16 companies present their best practices at BestPrax Conclave 2010

04 May 2010

The Best Prax Club's Conclave 2010 on 'Benchmarking aspects of Business Excellence' held at the Taj President on 28 and 29 April drew an enthusiastic response from professionals engaged in promoting business excellence across a wide spectrum of Indian manufacturing and service industry.

The conclave focused on leadership and strategic planning covering the theoretical underpinnings of the benchmarking practice as also the 'hands on' field experience and expertise gained by various organisations through the best practices. These included diverse groups representing the academia, healthcare, mining, manufacturing, consumer products, insurance, banking and other domains.

Setting the context for the conclave, Suresh Lulla, founder and director, BestPrax Club India, dwelt on the evolution of the concept of quality over time, starting with the consumer's expectation of better quality of the goods/services he purchased to better quality at less cost to better and cheaper plus faster delivery to the current quality paradigm of better, cheaper, faster and different offerings. Emphasising that consumers were no longer looking for clones of established product and service offerings but rather offerings that incorporated the wow factor, which innovation alone could best deliver, he said, this called for integrating the key core value of 'managing for innovation' in fostering performance excellence. Innovation itself would involve ideation which would come from 'Cross industry benchmarking' involving knowledge mining and bench marking survey.
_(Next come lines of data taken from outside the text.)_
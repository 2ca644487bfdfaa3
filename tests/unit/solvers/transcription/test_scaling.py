"""Scaling: no result depends on units, on the origin or direction of the independent variable, or on any order."""

from itertools import pairwise

import numpy as np
import pytest

from solvers.solve import solve
from solvers.transcription.collocation import Family
from solvers.transcription.layout import layout
from solvers.transcription.mesh import Mesh, interval, uniform
from solvers.transcription.scaling import FAINT, find_row_sizes, find_scales, sizes_along
from tests.unit.solvers.problems import compiled, shape, solved_on, start_of, stated

MESH = uniform(1, 6, 6)


def pendulum(length=1.0, time=1.0, force=1.0, cost=1.0, start=0.0, seek="minimum", **members):
    """A nonlinear oscillator brought to rest, in units that are so many times smaller, from another zero of time."""
    sign = "" if seek == "minimum" else "-"
    given = {
        "constants": {"L": length, "S": time, "F": force, "J": cost, "a": start, "b": start + 2 * time},
        "independent": {"name": "t", "from": "a", "to": "b"},
        "dynamics": ["x'' = (L/S^2)*(u/F - sin(x/L) + (t - a)/(4*S)*(x/L)^2)"],
        "functional": {"seek": seek, "integrand": f"{sign}(J/S)*((x/L)^2 + (u/F)^2)"},
        "endpoints": ["x(a) = L", "x'(a) = 0", "x(b) = 0", "x'(b) = 0"],
        "constraints": ["u/F >= -3/2"],
    }
    return stated(**given | members)


@pytest.fixture(scope="module")
def plain():
    return solved_on(pendulum(), MESH)


@pytest.mark.parametrize(
    "units",
    [
        {"length": 1e6},
        {"length": 1e-6},
        {"time": 1e6},
        {"time": 1e-6},
        {"force": 1e6},
        {"force": 1e-6},
        {"cost": 1e6},
        {"cost": 1e-6},
        {"length": 1e6, "time": 1e-3, "force": 1e-6, "cost": 1e5},
        {"length": 1e-4, "time": 1e6, "force": 1e6, "cost": 1e-6},
    ],
    ids=str,
)
def test_units_change_nothing(plain, units):
    path = solved_on(pendulum(**units), MESH)
    length, time, force, cost = (units.get(name, 1.0) for name in ("length", "time", "force", "cost"))
    assert path.value == pytest.approx(cost * plain.value, rel=1e-8)
    np.testing.assert_allclose(path.states / [length, length / time], plain.states, atol=1e-8)
    np.testing.assert_allclose(path.controls / force, plain.controls, atol=1e-7)
    np.testing.assert_allclose(path.costates * [length, length / time] / cost, plain.costates, atol=1e-6)


@pytest.mark.parametrize("start", (-1.0, 1e3, -1e5))
def test_the_origin_of_the_independent_variable_changes_nothing(plain, start):
    path = solved_on(pendulum(start=start), MESH)
    assert path.value == pytest.approx(plain.value, rel=1e-8)
    np.testing.assert_allclose(path.states, plain.states, atol=1e-8)


def test_the_direction_of_the_independent_variable_changes_nothing(plain):
    """With s = -t the same curve runs backwards; second derivatives keep their sign."""
    path = solved_on(
        pendulum(
            constants={"L": 1, "F": 1},
            independent={"name": "s", "from": -2, "to": 0},
            dynamics=["x'' = u - sin(x) - s/4*x^2"],
            functional={"integrand": "x^2 + u^2"},
            endpoints=["x(0) = L", "x'(0) = 0", "x(-2) = 0", "x'(-2) = 0"],
        ),
        MESH,
    )
    assert path.value == pytest.approx(plain.value, rel=1e-7)  # other points, other errors
    np.testing.assert_allclose(path.nodes[::-1, 0], plain.nodes[:, 0], atol=1e-6)
    np.testing.assert_allclose(path.nodes[::-1, 1], -plain.nodes[:, 1], atol=1e-6)


def test_the_greatest_opposite_is_the_least(plain):
    path = solved_on(pendulum(seek="maximum"), MESH)
    assert path.value == pytest.approx(-plain.value, rel=1e-9)
    np.testing.assert_allclose(path.states, plain.states, atol=1e-8)


def test_the_order_of_members_changes_nothing():
    """Two coupled masses, told in two orders."""
    members = {
        "unknowns": {"x": {}, "y": {}, "u": {"within": [-4, 4]}, "w": {}},
        "dynamics": ["x'' = u - x + y", "y'' = w + x*y"],
        "functional": {"integrand": "u^2 + 2*w^2 + x^2"},
        "endpoints": ["x(0) = 1", "x'(0) = 0", "y(0) = 0", "y'(0) = 1", "x(1) = 0", "y(1) = 0"],
        "constraints": ["x + y <= 2", "w >= -9"],
    }
    turned = {name: dict(reversed(part.items())) if isinstance(part, dict) else part[::-1] for name, part in
              members.items()}  # fmt: skip
    path, other = solved_on(stated(**members), MESH), solved_on(stated(**turned), MESH)
    assert other.value == pytest.approx(path.value, rel=1e-9)
    for quantity in (("x", 0), ("x", 1), ("y", 0), ("y", 1)):
        own, its = (p.program.compiled.lowered.states.index(quantity) for p in (path, other))
        np.testing.assert_allclose(other.states[:, its], path.states[:, own], atol=1e-7)


def test_the_whole_solver_does_not_see_units():
    values = []
    for units in ({}, {"length": 1e6, "time": 1e-6, "force": 1e-5, "cost": 1e6}):
        solution = solve(pendulum(**units))
        values.append((solution.value / units.get("cost", 1.0), solution.verdict, len(solution.meshes)))
    assert values[0][0] == pytest.approx(values[1][0], rel=1e-8)
    assert values[0][1:] == values[1][1:]


def scales_of(problem, fill=None, before=None):
    functions = compiled(problem)
    mesh = uniform(1, 4, 4)
    where = layout(functions, mesh)
    z = start_of(problem, mesh)
    if fill is not None:
        z = fill(where, z.copy())
    return functions, where, z, find_scales(functions, where, z, before)


def test_sizes_are_the_largest_values():
    problem = stated(endpoints=["x(0) = -7", "x(1) = 3"])
    _, _, _, scales = scales_of(problem)
    assert scales.states == pytest.approx([7])
    assert scales.places == pytest.approx([1, 1])


def test_a_slope_that_vanishes_does_not_get_the_size_of_its_noise():
    problem = stated(unknowns={"x": {}, "u": {}}, dynamics=["x'' = u"], endpoints=["x(0) = 2"])

    def still(where, z):
        z[where.nodes], z[where.inner], z[where.controls] = [2.0, 1e-12], [2.0, 1e-12], 1e-12
        return z

    functions, _, _, scales = scales_of(problem, still)
    assert functions.lowered.states == (("x", 0), ("x", 1))
    assert scales.states == pytest.approx([2, FAINT * 2])


def test_what_is_zero_takes_its_size_from_bounds_else_from_its_neighbours():
    problem = stated(
        independent={"name": "t", "from": 0, "to": 100},
        unknowns={"x": {}, "u": {"within": [-5, 2]}},
        dynamics=["x'' = u"],
        endpoints=["x(0) = 0"],
    )

    def still(where, z):
        z[where.nodes] = z[where.inner] = 0
        z[where.controls] = 0
        return z

    _, _, _, scales = scales_of(problem, still)
    assert scales.controls == pytest.approx([5])
    assert scales.states[0] == pytest.approx(100 * scales.states[1])  # a span of 100 lies between them


@pytest.mark.parametrize("gain", (1e-6, 1.0, 1e6))
def test_a_control_of_which_nothing_is_known_is_sized_by_what_it_moves(gain):
    """Else its unit would decide how the first mesh is scaled."""
    problem = stated(constants={"k": gain}, dynamics=["x' = k*u"], endpoints=["x(0) = 3", "x(1) = 0"])
    *_, scales = scales_of(problem)
    assert scales.controls == pytest.approx([3 / gain])


def test_an_integral_that_cancels_is_not_small():
    problem = stated(constraints=["integral(t - 1/2 + 0*x) <= 1"], endpoints=["x(0) = 0"])
    _, _, _, scales = scales_of(problem)
    assert scales.integrals == pytest.approx([1 / 4], rel=0.1)


def test_a_size_does_not_collapse_from_one_mesh_to_the_next():
    problem = stated(endpoints=["x(0) = 0", "x(1) = 1"])
    *_, before = scales_of(problem)

    def nearly_still(where, z):
        z[where.nodes], z[where.inner], z[where.controls] = 1e-12, 1e-12, 1e-12
        return z

    *_, after = scales_of(problem, nearly_still, before)
    assert np.all(after.states >= 1e-3 * before.states)
    assert np.all(after.controls >= 1e-3 * before.controls)


def test_the_rounding_of_zero_is_no_size():
    problem = stated()
    *_, before = scales_of(problem)

    def zero(where, z):
        z[where.nodes], z[where.inner], z[where.controls] = 1e-17, -1e-17, 1e-16
        return z

    *_, after = scales_of(problem, zero, before)
    np.testing.assert_array_equal(after.states, before.states)
    np.testing.assert_array_equal(after.controls, before.controls)


def test_row_sizes_are_changes_over_the_scales():
    problem = stated(endpoints=["x(0) = 10", "x(0)*x(1) = 20"], constraints=["3*x + u <= 1000"])
    functions, where, z, scales = scales_of(problem)
    sizes = find_row_sizes(functions, where, scales, z)
    assert sizes.pointwise == pytest.approx([3 * scales.states[0] + scales.controls[0]])
    ends = z[where.nodes[[0, -1], 0]]
    assert sizes.conditions == pytest.approx([np.abs(ends).sum() * scales.states[0]])


def test_sizes_are_positive_and_finite_whatever_the_values():
    """An integrand that is infinite at the start must not make the functional's size infinite."""
    problem = stated(functional={"integrand": "1/x + u^2"}, endpoints=["x(0) = 0", "x(1) = 1"])

    def flat(where, z):
        z[where.nodes] = z[where.inner] = 0
        return z

    functions, where, z, scales = scales_of(problem, flat)
    sizes = find_row_sizes(functions, where, scales, z)
    for values in (scales.states, scales.controls, scales.places, sizes.value):
        assert np.all(np.isfinite(values))
        assert np.all(np.asarray(values) > 0)


def test_a_functional_that_vanishes_keeps_a_size():
    """Along y = 1 all slopes of (y^2 - 1)^2 + y'^2 are zero: only the mesh before tells how large the functional is."""
    problem = shape(functional={"integrand": "(y^2 - 1)^2 + y'^2"})
    functions = compiled(problem)
    where = layout(functions, MESH)
    z = np.zeros(where.size)
    z[where.places], z[where.nodes], z[where.inner] = [0, 3], 1 + 1e-9, 1 + 1e-9
    scales = find_scales(functions, where, z)
    assert find_row_sizes(functions, where, scales, z).value < 1e-6
    assert find_row_sizes(functions, where, scales, z, 2.0).value == pytest.approx(2e-3)
    z[where.nodes], z[where.inner] = 3, 3
    alone = find_row_sizes(functions, where, scales, z).value
    assert alone > 2
    assert find_row_sizes(functions, where, scales, z, 2.0).value == alone


def test_a_spike_is_as_large_as_each_interval_has_it():
    """u = 1e9 up to a millionth of the range and 1 beyond, so 1e3 in the mean; with limits it keeps one size."""
    edges = [0.0, 1e-6, 0.5, 1.0]
    mesh = Mesh(tuple(interval(0, left, right, Family.RADAU, 4) for left, right in pairwise(edges)))
    for limits, beyond in (({}, 1e3), ({"within": [-2e9, 2e9]}, 1e9)):
        functions = compiled(stated(unknowns={"x": {}, "u": limits}))
        where = layout(functions, mesh)
        z = np.ones(where.size)
        z[where.controls[:4]] = 1e9
        along = sizes_along(functions, where, find_scales(functions, where, z), z)[:, 0]
        np.testing.assert_allclose(along, np.repeat([1e9, beyond], [4, 8]), rtol=2e-3)
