"""The fingerprint of a problem document: blind to spacing, to the order of members, and to `3.0` for `3`."""

from __future__ import annotations

import hashlib
import json
from typing import Any


def fingerprint(document: Any) -> str:
    """`sha256:` and the digest of the canonical text (sorted members, no spaces, whole numbers without a point).

    The text follows RFC 8785 in spirit; numbers are printed as Python prints them.
    """
    text = json.dumps(_plain(document), sort_keys=True, separators=(",", ":"), ensure_ascii=False, allow_nan=False)
    return "sha256:" + hashlib.sha256(text.encode("utf-8", "surrogatepass")).hexdigest()


def _plain(value: Any) -> Any:
    if isinstance(value, dict):
        return {str(name): _plain(member) for name, member in value.items()}
    if isinstance(value, list | tuple):
        return [_plain(member) for member in value]
    if isinstance(value, float) and value.is_integer():
        return int(value)
    return value
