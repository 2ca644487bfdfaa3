"""The reading of a document with its necessary conditions in symbols, as a worker makes it for the composer.

Nobody can say beforehand how large the conditions of a formula grow, so they are not derived in the web process.
"""

from __future__ import annotations

import json
from collections.abc import Callable, Mapping
from typing import Any

from service.assemble import assemble
from service.reading import read_back, with_necessary
from service.spec import read


def understand(
    head: Mapping[str, Any], body: bytes, report: Callable[[dict[str, Any]], None], stop: Callable[[], bool]
) -> tuple[Mapping[str, Any], bytes]:
    """The reading of the document `body` as JSON text; conditions beyond `head["seconds"]` are left out with a note.

    Called by a slot's child.  Raises Refused.
    """
    document = read(body)
    problem = assemble(document)
    reading = with_necessary(read_back(problem, document), problem, head["seconds"])
    return {}, json.dumps(reading, ensure_ascii=False, allow_nan=False).encode("utf-8", "backslashreplace")
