"""Small pictures of the samples: drawn once from their solutions and kept beside them.

`python -m service.sketches` solves the samples and writes the file anew; a test holds it to fresh solutions.
"""

from __future__ import annotations

import json
import sys
from collections.abc import Mapping
from functools import cache
from pathlib import Path
from typing import TYPE_CHECKING, Any

from service import samples
from web.thumbnails import Sketch

if TYPE_CHECKING:
    from web.trajectory import Trajectory

_STORED = Path(__file__).parent / "samples" / "sketches" / "curves.json"
POINTS = 61
DIGITS = 4
_SHAPES = ("chute", "chute-over-duct", "hose", "hose-over-bench", "hose-lengths", "sleeve", "sleeve-limit")
_DOWNWARDS = ("chute", "chute-over-duct")
_DRAWN: Mapping[str, tuple[str, ...]] = {"crucible": ("x", "q"), "fin": ("y",)}
"""Unknowns to draw where it is not only the first one; the second and further ones are scaled to the first."""


@cache
def sketches() -> Mapping[str, Sketch]:
    """The picture of every sample that has one."""
    stored = json.loads(_STORED.read_text("utf-8"))
    return {name: _sketch(name, [_points(line) for line in lines]) for name, lines in stored.items()}


def drawn(name: str, result: Mapping[str, Any]) -> list[list[list[float]]]:
    """The lines of a sample's picture from its result document: points of the first unknown, then of others.

    Of a sweep the first unknown's curves that were kept, of a continuation the value over the constant.
    """
    from web.trajectory import read_sweep, read_trajectory  # not for a server, which only reads what is stored

    if (branch := result["continuation"]) is not None:
        way = sorted([*branch["points"], *branch["folds"]], key=lambda p: p["leg"])  # a fold ends its leg
        return [[[_short(point["at"]), _short(point["value"])] for point in way]]
    if result["sweep"] is not None:
        return [_line(kept, kept.names[0]) for _, kept in read_sweep(result)]
    trajectory = read_trajectory(result)
    assert trajectory is not None, f"sample {name} has no curve"
    return [_line(trajectory, unknown) for unknown in _DRAWN.get(name, trajectory.names[:1])]


def _line(trajectory: Trajectory, unknown: str) -> list[list[float]]:
    """Points of an unknown over all arcs."""
    import numpy as np

    places = np.linspace(trajectory.start, trajectory.end, POINTS)
    values = np.concatenate([arc.evaluate(unknown, 0, own) for arc, own in trajectory.by_arc(places)])
    return [[_short(x), _short(y)] for x, y in zip(places, values, strict=True)]


def _sketch(name: str, lines: list[tuple[tuple[float, float], ...]]) -> Sketch:
    curve, *others = lines
    if name in _DRAWN:
        others = [_scaled(other, curve) for other in others]
    return Sketch(curve, tuple(others), true_shape=name in _SHAPES, downwards=name in _DOWNWARDS)


def _scaled(
    line: tuple[tuple[float, float], ...], model: tuple[tuple[float, float], ...]
) -> tuple[tuple[float, float], ...]:
    """A line in other units, brought into the height of the first one."""
    low, high = min(y for _, y in line), max(y for _, y in line)
    bottom, top = min(y for _, y in model), max(y for _, y in model)
    return tuple((x, bottom + (y - low) / ((high - low) or 1.0) * (top - bottom)) for x, y in line)


def _points(line: list[list[float]]) -> tuple[tuple[float, float], ...]:
    return tuple((x, y) for x, y in line)


def _short(number: float) -> float:
    return float(f"{number:.{DIGITS}g}")


def main() -> None:
    """Solve the samples, those named as arguments or all, and keep their curves."""
    from service.jobs import perform

    stored = json.loads(_STORED.read_text("utf-8"))
    for name in sys.argv[1:] or samples.names():
        result = perform(samples.text(name), lambda event: None, lambda: False)
        if result["curve"] is not None:
            stored[name] = drawn(name, result)
    ordered = {name: stored[name] for name in samples.names() if name in stored}
    lines = [f"{json.dumps(name)}: {json.dumps(curves)}" for name, curves in ordered.items()]
    _STORED.write_text("{\n" + ",\n".join(lines) + "\n}\n", "utf-8")


if __name__ == "__main__":
    main()
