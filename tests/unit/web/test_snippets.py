"""The snippets send exactly the document, whatever is in it."""

import ast
import json
import subprocess

import pytest

from web import snippets
from web.form.pretty import pretty

DOCUMENTS = [
    pytest.param({"format": 1, "title": "plain"}, id="plain"),
    pytest.param({"title": 'it\'s $HOME `id` "quoted" \\ and \\" """ end\\'}, id="what a shell would read"),
    pytest.param({"title": "PROBLEM\nPROBLEM\n", "": ["", ""]}, id="the end mark and empty texts"),
    pytest.param({"title": "Δφ ≤ π"}, id="letters of the world"),
]


@pytest.mark.parametrize("document", DOCUMENTS)
def test_a_shell_hands_over_the_document(document, tmp_path):
    (tmp_path / "curl").write_text('#!/bin/sh\nfor word; do echo "$word"; done >"$0.words"\nexec cat\n')
    (tmp_path / "curl").chmod(0o755)
    sent = subprocess.run(
        ["/bin/sh", "-c", snippets.curl(pretty(document), "http://127.0.0.1:8000/")],
        env={"PATH": f"{tmp_path}:/usr/bin:/bin"}, capture_output=True, text=True, check=True, encoding="utf-8",
    )  # fmt: skip
    assert json.loads(sent.stdout) == document
    assert (tmp_path / "curl.words").read_text().split()[-1] == "http://127.0.0.1:8000/api/v1/runs"


@pytest.mark.parametrize("document", DOCUMENTS)
def test_the_program_holds_the_document(document):
    program = ast.parse(snippets.python(pretty(document), "http://127.0.0.1:8000"))
    (text,) = (
        node.value.value for node in program.body if isinstance(node, ast.Assign) and node.targets[0].id == "PROBLEM"
    )
    assert json.loads(text) == document
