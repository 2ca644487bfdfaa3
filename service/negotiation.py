"""What the caller asks for in `Accept` (RFC 9110, section 12.5.1) and in `Prefer` (RFC 7240)."""

from __future__ import annotations

import math
import re
from collections.abc import Sequence
from dataclasses import dataclass

JSON = "application/json"
HTML = "text/html"

_PREFERENCE = re.compile(r'\s*([\w!#$%&\'*+.^`|~-]+)\s*(?:=\s*("(?:[^"\\]|\\.)*"|[^;,\s]*))?[^,]*(?:,|$)')


def best(accept: str, offers: Sequence[str]) -> str | None:
    """The offer that the caller likes best, the earlier one where it is all the same; None where none will do."""
    ranges = _ranges(accept)
    qualities = [_quality(ranges, offer) for offer in offers]
    top = max(qualities)
    return offers[qualities.index(top)] if top > 0 else None


def wants_page(accept: str) -> bool:
    """True for a browser: it names HTML and likes it at least as much as JSON."""
    ranges = _ranges(accept)
    named = any(kind == HTML for kind, _ in ranges)
    return named and _quality(ranges, HTML) >= max(_quality(ranges, JSON), 1e-9)


def _ranges(accept: str) -> list[tuple[str, float]]:
    ranges = []
    for part in (accept or "*/*").split(","):
        kind, *parameters = (piece.strip().lower() for piece in part.split(";"))
        quality = 1.0
        for parameter in parameters:
            if parameter.startswith("q="):
                try:
                    quality = min(1.0, max(0.0, float(parameter[2:])))
                except ValueError:
                    quality = 0.0
        ranges.append((kind, quality if math.isfinite(quality) else 0.0))
    return ranges


def _quality(ranges: list[tuple[str, float]], offer: str) -> float:
    """The most exact range decides."""
    for kind in (offer, offer.partition("/")[0] + "/*", "*/*"):
        matching = [quality for name, quality in ranges if name == kind]
        if matching:
            return max(matching)
    return 0.0


@dataclass(frozen=True, slots=True)
class Preferences:
    """`wait` seconds (None where not asked for), `whole` for `return=representation`.

    `respond-async` together with `wait` asks for an answer at hand only after that time (RFC 7240, section 4.3).
    """

    wait: float | None = None
    respond_async: bool = False
    whole: bool = False

    def applied(self, *, ended: bool) -> str:
        """The value of `Preference-Applied`, "" where none was honoured; `ended`: the run did in time."""
        honoured = {
            f"wait={self.wait or 0:g}": self.wait is not None,
            "respond-async": self.respond_async and not ended,
            "return=representation": self.whole and ended,
        }
        return ", ".join(text for text, done in honoured.items() if done)


def preferences(prefer: str, longest: float) -> Preferences:
    """Read `Prefer`; what is unknown or cannot be read is ignored, as RFC 7240 asks; `wait` is cut at `longest`."""
    found: dict[str, str] = {}
    for name, value in _PREFERENCE.findall(prefer):
        found.setdefault(name.lower(), value.strip('"'))
    wait = found.get("wait", "")
    return Preferences(
        wait=min(float(wait), longest) if wait.isascii() and wait.isdigit() and len(wait) < 10 else None,
        respond_async="respond-async" in found,
        whole=found.get("return", "").lower() == "representation",
    )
Robin Mann, chairman, Global Benchmarking Network, offered an overview of the global benchmarking network and its activities and projects across 22 member countries. He said the current use of improvement techniques involved Informal benchmarking (68 per cent of organisations), Performance benchmarking (49 per cent) and Best practice benchmarking (39 per cent), according to a study conducted in 2008 by the Global Benchmarking Network (GBN). The study also showed an average financial return of $100,000 to $125,000 per best practice benchmarking project with over 20 per cent reaping benefits of more than $250,000 per project.

Elaborating on the theme, Bruce Searles, director- business development, GBN and managing partner, Benchmarking Partnerships, Australia, explained what constituted business excellence and how implementing a benchmarking framework could help organisations deliver improved and sustainable business results.

Following the proceedings on the opening day, the second day of the conclave saw 16 teams from organisations across manufacturing and service sectors, including banks, health care providers, heavy industry, utilities etc share 10 best practices they developed and implemented in their organisations to successfully drive excellence in their operations.